JAKARTA - Nama Presiden Donald Trump secara resmi telah dihapus dari John F. Kennedy Memorial Center for the Performing Arts pada Jumat dini hari (13/6/2026) waktu setempat, setelah pihak pengelola melewati batas waktu yang ditentukan hakim.

Laman usa today melaporkan, sejumlah [ekerja konstruksi mulai menurunkan huruf demi huruf dari nama Trump pada pukul 03.10 waktu setempat.

Hakim Distrik AS Christopher Cooper pada 29 Mei memutuskan bahwa penambahan nama Trump ke pusat seni tersebut adalah ilegal. Ia memerintahkan agar nama itu dihapus dari semua materi resmi dan papan tanda dalam waktu 14 hari, yaitu hingga 12 Juni.

Dalam penolakannya terhadap permintaan penangguhan dari Departemen Kehakiman, Hakim Cooper menyatakan bahwa para tergugat gagal membuktikan bahwa banding mereka akan berhasil dan gagal menunjukkan bahwa Kennedy Center akan dirugikan secara tidak dapat diperbaiki jika perintahnya dijalankan.

Kerumunan Meriah Menyaksikan Penghapusan

Ratusan warga berkumpul di luar gedung pada Kamis malam, bersorak dan menyanyikan "God Bless America" saat para pekerja bersiap. Banyak yang hadir dengan pakaian rapi, seolah akan menghadiri pertunjukan. Suasana tetap meriah meskipun badai petir melanda kawasan tersebut.
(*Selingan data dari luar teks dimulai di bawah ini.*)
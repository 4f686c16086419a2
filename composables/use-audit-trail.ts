import type { ComputedRef, Ref } from 'vue'
import { computed, ref } from 'vue'
import type { AuditView, Page } from '#shared/types/views'
import type { ApiProblem, ApiResult } from '~/composables/use-api'
import { useApi } from '~/composables/use-api'

export interface AuditFilter { actor: string, action: string, reference: string, from: string, to: string }

export const noAuditFilter: AuditFilter = { actor: '', action: '', reference: '', from: '', to: '' }

export interface AuditTrail {
  filter: Ref<AuditFilter>
  rows: ComputedRef<AuditView[]>
  more: ComputedRef<boolean>
  busy: Ref<boolean>
  problem: ComputedRef<ApiProblem | null>
  look: (filter: AuditFilter) => Promise<void>
  readOn: () => Promise<void>
}

/** What was done besides, in words: states, roles, fields; an empty text where the sentence says it all. */
export function detailWords(detail: AuditView['detail']): string {
  return Object.entries(detail)
    .filter(([, value]) => value !== null && value !== '' && value !== false && !(Array.isArray(value) && value.length === 0))
    .map(([name, value]) => `${name.replace(/([A-Z])/g, ' $1').toLowerCase()}: ${value === true ? 'yes' : Array.isArray(value) ? value.join(', ') : String(value)}`)
    .join('; ')
}

/** The trail, page after page, newest first. */
export async function useAuditTrail(): Promise<AuditTrail> {
  const api = useApi()
  const filter = ref({ ...noAuditFilter })
  const later = ref<AuditView[]>([])
  const busy = ref(false)
  const failed = ref<ApiProblem | null>(null)

  const read = (after?: string): Promise<ApiResult<Page<AuditView>>> => {
    const asked = Object.fromEntries(Object.entries(filter.value).filter(([, value]) => value !== ''))
    return api.get<Page<AuditView>>('/api/audit', { ...asked, ...(after === undefined ? {} : { after }) })
  }
  const { data, refresh } = await useAsyncData('audit-trail', () => read())
  const next = ref(data.value?.ok ? data.value.data.next : null)

  return {
    filter,
    rows: computed(() => [...(data.value?.ok ? data.value.data.rows : []), ...later.value]),
    more: computed(() => next.value !== null),
    busy,
    problem: computed(() => failed.value ?? (data.value?.ok === false ? data.value.problem : null)),
    async look(wanted) {
      busy.value = true
      failed.value = null
      filter.value = wanted
      later.value = []
      await refresh()
      next.value = data.value?.ok ? data.value.data.next : null
      busy.value = false
    },
    async readOn() {
      if (next.value === null || busy.value) return
      busy.value = true
      const result = await read(next.value)
      busy.value = false
      failed.value = result.ok ? null : result.problem
      if (!result.ok) return
      later.value = [...later.value, ...result.data.rows]
      next.value = result.data.next
    },
  }
}
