/** Ends the session and loads the sign-in page afresh, so that nothing of the last person stays in memory. */
export function useSignOut(): (why?: 'idle', backTo?: string) => Promise<void> {
  const { signOut } = useAuth()
  return async (why, backTo) => {
    try {
      await signOut({ redirect: false })
    }
    finally {
      const query = new URLSearchParams({ ...(why ? { why } : {}), ...(backTo ? { next: backTo } : {}) }).toString()
      await navigateTo(`/sign-in${query ? `?${query}` : ''}`, { external: true })
    }
  }
}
Carolina Clarence, seorang pensiunan guru taman kanak-kanak setempat, datang dengan anjingnya. Ia menyebut "konyol" bahwa nama Trump pernah dipasang di gedung tersebut. "Kita akan menyaksikan ini diturunkan," kata Clarence, menambahkan bahwa nama Trump di gedung itu menyakiti institusi bersejarah tersebut karena seniman membatalkan pertunjukan dan donasi menurun.

Latar Belakang Hukum

Kennedy Center, yang dibuka pada 1971, kembali ke nama aslinya: "The John F. Kennedy Memorial Center for the Performing Arts." Pada Desember 2025, dewan wali amanat Kennedy Center yang didominasi pendukung Trump telah memilih untuk mengganti nama gedung tersebut untuk menghormati Trump, dengan alasan ia membantu mengamankan pendanaan federal.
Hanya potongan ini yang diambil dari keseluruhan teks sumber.